**Exercise inputs**
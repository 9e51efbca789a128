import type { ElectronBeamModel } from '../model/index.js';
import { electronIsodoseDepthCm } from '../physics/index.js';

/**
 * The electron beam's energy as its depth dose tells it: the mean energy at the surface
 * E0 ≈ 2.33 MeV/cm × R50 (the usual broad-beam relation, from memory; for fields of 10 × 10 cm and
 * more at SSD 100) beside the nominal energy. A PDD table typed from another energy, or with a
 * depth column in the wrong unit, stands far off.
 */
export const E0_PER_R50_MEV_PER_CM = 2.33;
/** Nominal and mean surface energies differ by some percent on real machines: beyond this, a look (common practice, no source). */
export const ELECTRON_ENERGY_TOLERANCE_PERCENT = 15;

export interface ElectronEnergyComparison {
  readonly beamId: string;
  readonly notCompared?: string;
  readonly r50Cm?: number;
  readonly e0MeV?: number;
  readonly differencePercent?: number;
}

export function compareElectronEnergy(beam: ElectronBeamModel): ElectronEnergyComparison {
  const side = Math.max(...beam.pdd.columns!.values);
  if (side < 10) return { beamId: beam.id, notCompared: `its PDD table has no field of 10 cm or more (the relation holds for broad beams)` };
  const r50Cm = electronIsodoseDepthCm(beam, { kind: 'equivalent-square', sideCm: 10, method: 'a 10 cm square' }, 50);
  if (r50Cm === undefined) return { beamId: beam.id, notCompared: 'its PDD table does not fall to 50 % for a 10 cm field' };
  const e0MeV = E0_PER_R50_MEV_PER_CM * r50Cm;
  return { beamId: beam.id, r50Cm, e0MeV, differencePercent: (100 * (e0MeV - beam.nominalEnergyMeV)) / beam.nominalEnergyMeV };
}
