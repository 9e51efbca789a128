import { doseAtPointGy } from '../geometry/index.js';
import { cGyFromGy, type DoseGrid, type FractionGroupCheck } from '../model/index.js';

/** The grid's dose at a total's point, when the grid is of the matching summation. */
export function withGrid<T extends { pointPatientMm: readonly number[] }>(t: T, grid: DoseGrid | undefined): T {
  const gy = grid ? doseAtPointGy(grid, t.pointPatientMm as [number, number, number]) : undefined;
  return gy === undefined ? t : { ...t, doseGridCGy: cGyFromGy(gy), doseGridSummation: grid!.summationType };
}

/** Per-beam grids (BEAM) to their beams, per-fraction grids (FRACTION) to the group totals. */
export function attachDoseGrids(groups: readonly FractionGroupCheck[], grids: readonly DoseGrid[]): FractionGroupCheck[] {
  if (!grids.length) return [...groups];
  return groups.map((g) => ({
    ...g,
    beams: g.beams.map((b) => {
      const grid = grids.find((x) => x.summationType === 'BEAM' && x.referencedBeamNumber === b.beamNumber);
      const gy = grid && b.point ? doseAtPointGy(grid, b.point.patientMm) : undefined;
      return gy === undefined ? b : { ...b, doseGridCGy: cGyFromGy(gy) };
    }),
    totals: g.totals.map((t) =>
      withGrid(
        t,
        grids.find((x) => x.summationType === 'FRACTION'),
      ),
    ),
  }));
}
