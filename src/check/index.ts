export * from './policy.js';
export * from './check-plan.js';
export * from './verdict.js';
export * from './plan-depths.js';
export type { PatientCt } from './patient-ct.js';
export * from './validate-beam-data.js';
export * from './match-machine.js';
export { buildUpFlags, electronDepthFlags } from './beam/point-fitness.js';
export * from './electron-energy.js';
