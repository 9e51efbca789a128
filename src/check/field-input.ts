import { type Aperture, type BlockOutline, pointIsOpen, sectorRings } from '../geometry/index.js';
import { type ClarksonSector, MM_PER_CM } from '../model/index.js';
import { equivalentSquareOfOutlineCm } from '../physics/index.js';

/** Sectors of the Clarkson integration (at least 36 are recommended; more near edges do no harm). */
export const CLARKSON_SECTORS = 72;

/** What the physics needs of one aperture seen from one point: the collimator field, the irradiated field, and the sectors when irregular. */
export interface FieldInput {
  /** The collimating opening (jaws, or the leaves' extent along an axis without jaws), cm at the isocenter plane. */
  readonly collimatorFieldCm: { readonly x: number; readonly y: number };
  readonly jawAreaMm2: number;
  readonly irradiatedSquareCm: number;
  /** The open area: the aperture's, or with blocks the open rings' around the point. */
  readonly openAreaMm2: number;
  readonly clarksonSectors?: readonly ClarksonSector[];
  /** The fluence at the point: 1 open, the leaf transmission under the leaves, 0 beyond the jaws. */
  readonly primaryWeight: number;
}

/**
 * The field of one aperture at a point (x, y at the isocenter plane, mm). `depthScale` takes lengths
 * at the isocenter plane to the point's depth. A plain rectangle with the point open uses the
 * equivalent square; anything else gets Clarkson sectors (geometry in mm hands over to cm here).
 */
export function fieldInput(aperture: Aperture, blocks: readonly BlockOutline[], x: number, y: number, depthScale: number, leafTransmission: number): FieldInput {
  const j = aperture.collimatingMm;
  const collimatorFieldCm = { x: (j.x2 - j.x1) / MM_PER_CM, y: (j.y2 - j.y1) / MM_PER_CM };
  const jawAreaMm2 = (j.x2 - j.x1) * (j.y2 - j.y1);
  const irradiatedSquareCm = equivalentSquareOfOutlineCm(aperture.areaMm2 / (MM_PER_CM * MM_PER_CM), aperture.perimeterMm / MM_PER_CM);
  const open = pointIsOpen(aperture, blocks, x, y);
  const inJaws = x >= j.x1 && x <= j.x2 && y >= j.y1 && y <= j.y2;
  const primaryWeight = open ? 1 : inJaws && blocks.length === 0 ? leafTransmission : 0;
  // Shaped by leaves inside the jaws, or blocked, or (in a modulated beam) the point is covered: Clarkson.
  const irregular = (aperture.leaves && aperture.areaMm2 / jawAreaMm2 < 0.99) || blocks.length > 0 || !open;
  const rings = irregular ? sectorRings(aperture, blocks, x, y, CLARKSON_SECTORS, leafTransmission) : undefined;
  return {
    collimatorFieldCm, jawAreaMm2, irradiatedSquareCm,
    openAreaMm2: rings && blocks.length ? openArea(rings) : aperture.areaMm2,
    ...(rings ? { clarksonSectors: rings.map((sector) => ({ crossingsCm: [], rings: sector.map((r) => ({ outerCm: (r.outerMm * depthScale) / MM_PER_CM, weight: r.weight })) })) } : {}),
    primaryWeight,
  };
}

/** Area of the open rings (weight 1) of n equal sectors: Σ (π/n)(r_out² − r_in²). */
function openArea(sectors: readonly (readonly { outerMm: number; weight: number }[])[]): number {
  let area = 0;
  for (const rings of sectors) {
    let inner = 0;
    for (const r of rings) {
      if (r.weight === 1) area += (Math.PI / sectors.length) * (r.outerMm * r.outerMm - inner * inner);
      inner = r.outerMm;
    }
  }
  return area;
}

**What you will do**
Give back the whole listing, word for word.

**Result for this exercise**
repository 9e51efbca789a128
import type { ElectronBeamModel } from '../model/index.js';
import { electronIsodoseDepthCm } from '../physics/index.js';

/**
 * The electron beam's energy as its depth dose tells it: the mean energy at the surface
 * E0 ≈ 2.33 MeV/cm × R50 (the usual broad-beam relation, from memory; for fields of 10 × 10 cm and
 * more at SSD 100) beside the nominal energy. A PDD table typed from another energy, or with a
 * depth column in the wrong unit, stands far off.
 */
export const E0_PER_R50_MEV_PER_CM = 2.33;
/** Nominal and mean surface energies differ by some percent on real machines: beyond this, a look (common practice, no source). */
export const ELECTRON_ENERGY_TOLERANCE_PERCENT = 15;

export interface ElectronEnergyComparison {
  readonly beamId: string;
  readonly notCompared?: string;
  readonly r50Cm?: number;
  readonly e0MeV?: number;
  readonly differencePercent?: number;
}

export function compareElectronEnergy(beam: ElectronBeamModel): ElectronEnergyComparison {
  const side = Math.max(...beam.pdd.columns!.values);
  if (side < 10) return { beamId: beam.id, notCompared: `its PDD table has no field of 10 cm or more (the relation holds for broad beams)` };
  const r50Cm = electronIsodoseDepthCm(beam, { kind: 'equivalent-square', sideCm: 10, method: 'a 10 cm square' }, 50);
  if (r50Cm === undefined) return { beamId: beam.id, notCompared: 'its PDD table does not fall to 50 % for a 10 cm field' };
  const e0MeV = E0_PER_R50_MEV_PER_CM * r50Cm;
  return { beamId: beam.id, r50Cm, e0MeV, differencePercent: (100 * (e0MeV - beam.nominalEnergyMeV)) / beam.nominalEnergyMeV };
}
repository 9e51efbca789a128
import { doseAtPointGy } from '../geometry/index.js';
import { cGyFromGy, type DoseGrid, type FractionGroupCheck } from '../model/index.js';

/** The grid's dose at a total's point, when the grid is of the matching summation. */
export function withGrid<T extends { pointPatientMm: readonly number[] }>(t: T, grid: DoseGrid | undefined): T {
  const gy = grid ? doseAtPointGy(grid, t.pointPatientMm as [number, number, number]) : undefined;
  return gy === undefined ? t : { ...t, doseGridCGy: cGyFromGy(gy), doseGridSummation: grid!.summationType };
}

/** Per-beam grids (BEAM) to their beams, per-fraction grids (FRACTION) to the group totals. */
export function attachDoseGrids(groups: readonly FractionGroupCheck[], grids: readonly DoseGrid[]): FractionGroupCheck[] {
  if (!grids.length) return [...groups];
  return groups.map((g) => ({
    ...g,
    beams: g.beams.map((b) => {
      const grid = grids.find((x) => x.summationType === 'BEAM' && x.referencedBeamNumber === b.beamNumber);
      const gy = grid && b.point ? doseAtPointGy(grid, b.point.patientMm) : undefined;
      return gy === undefined ? b : { ...b, doseGridCGy: cGyFromGy(gy) };
    }),
    totals: g.totals.map((t) =>
      withGrid(
        t,
        grids.find((x) => x.summationType === 'FRACTION'),
      ),
    ),
  }));
}
filename src/check/index.ts
export * from './policy.js';
export * from './check-plan.js';
export * from './verdict.js';
export * from './plan-depths.js';
export type { PatientCt } from './patient-ct.js';
export * from './validate-beam-data.js';
export * from './match-machine.js';
export { buildUpFlags, electronDepthFlags } from './beam/point-fitness.js';
export * from './electron-energy.js';
repository 9e51efbca789a128
filename src/check/field-input.ts
import { type Aperture, type BlockOutline, pointIsOpen, sectorRings } from '../geometry/index.js';
import { type ClarksonSector, MM_PER_CM } from '../model/index.js';
import { equivalentSquareOfOutlineCm } from '../physics/index.js';

/** Sectors of the Clarkson integration (at least 36 are recommended; more near edges do no harm). */
export const CLARKSON_SECTORS = 72;

/** What the physics needs of one aperture seen from one point: the collimator field, the irradiated field, and the sectors when irregular. */
export interface FieldInput {
  /** The collimating opening (jaws, or the leaves' extent along an axis without jaws), cm at the isocenter plane. */
  readonly collimatorFieldCm: { readonly x: number; readonly y: number };
  readonly jawAreaMm2: number;
  readonly irradiatedSquareCm: number;
  /** The open area: the aperture's, or with blocks the open rings' around the point. */
  readonly openAreaMm2: number;
  readonly clarksonSectors?: readonly ClarksonSector[];
  /** The fluence at the point: 1 open, the leaf transmission under the leaves, 0 beyond the jaws. */
  readonly primaryWeight: number;
}

/**
 * The field of one aperture at a point (x, y at the isocenter plane, mm). `depthScale` takes lengths
 * at the isocenter plane to the point's depth. A plain rectangle with the point open uses the
 * equivalent square; anything else gets Clarkson sectors (geometry in mm hands over to cm here).
 */
export function fieldInput(aperture: Aperture, blocks: readonly BlockOutline[], x: number, y: number, depthScale: number, leafTransmission: number): FieldInput {
  const j = aperture.collimatingMm;
  const collimatorFieldCm = { x: (j.x2 - j.x1) / MM_PER_CM, y: (j.y2 - j.y1) / MM_PER_CM };
  const jawAreaMm2 = (j.x2 - j.x1) * (j.y2 - j.y1);
  const irradiatedSquareCm = equivalentSquareOfOutlineCm(aperture.areaMm2 / (MM_PER_CM * MM_PER_CM), aperture.perimeterMm / MM_PER_CM);
  const open = pointIsOpen(aperture, blocks, x, y);
  const inJaws = x >= j.x1 && x <= j.x2 && y >= j.y1 && y <= j.y2;
  const primaryWeight = open ? 1 : inJaws && blocks.length === 0 ? leafTransmission : 0;
  // Shaped by leaves inside the jaws, or blocked, or (in a modulated beam) the point is covered: Clarkson.
  const irregular = (aperture.leaves && aperture.areaMm2 / jawAreaMm2 < 0.99) || blocks.length > 0 || !open;
  const rings = irregular ? sectorRings(aperture, blocks, x, y, CLARKSON_SECTORS, leafTransmission) : undefined;
  return {
    collimatorFieldCm, jawAreaMm2, irradiatedSquareCm,
    openAreaMm2: rings && blocks.length ? openArea(rings) : aperture.areaMm2,
    ...(rings ? { clarksonSectors: rings.map((sector) => ({ crossingsCm: [], rings: sector.map((r) => ({ outerCm: (r.outerMm * depthScale) / MM_PER_CM, weight: r.weight })) })) } : {}),
    primaryWeight,
  };
}

/** Area of the open rings (weight 1) of n equal sectors: Σ (π/n)(r_out² − r_in²). */
function openArea(sectors: readonly (readonly { outerMm: number; weight: number }[])[]): number {
  let area = 0;
  for (const rings of sectors) {
    let inner = 0;
    for (const r of rings) {
      if (r.weight === 1) area += (Math.PI / sectors.length) * (r.outerMm * r.outerMm - inner * inner);
      inner = r.outerMm;
    }
  }
  return area;
}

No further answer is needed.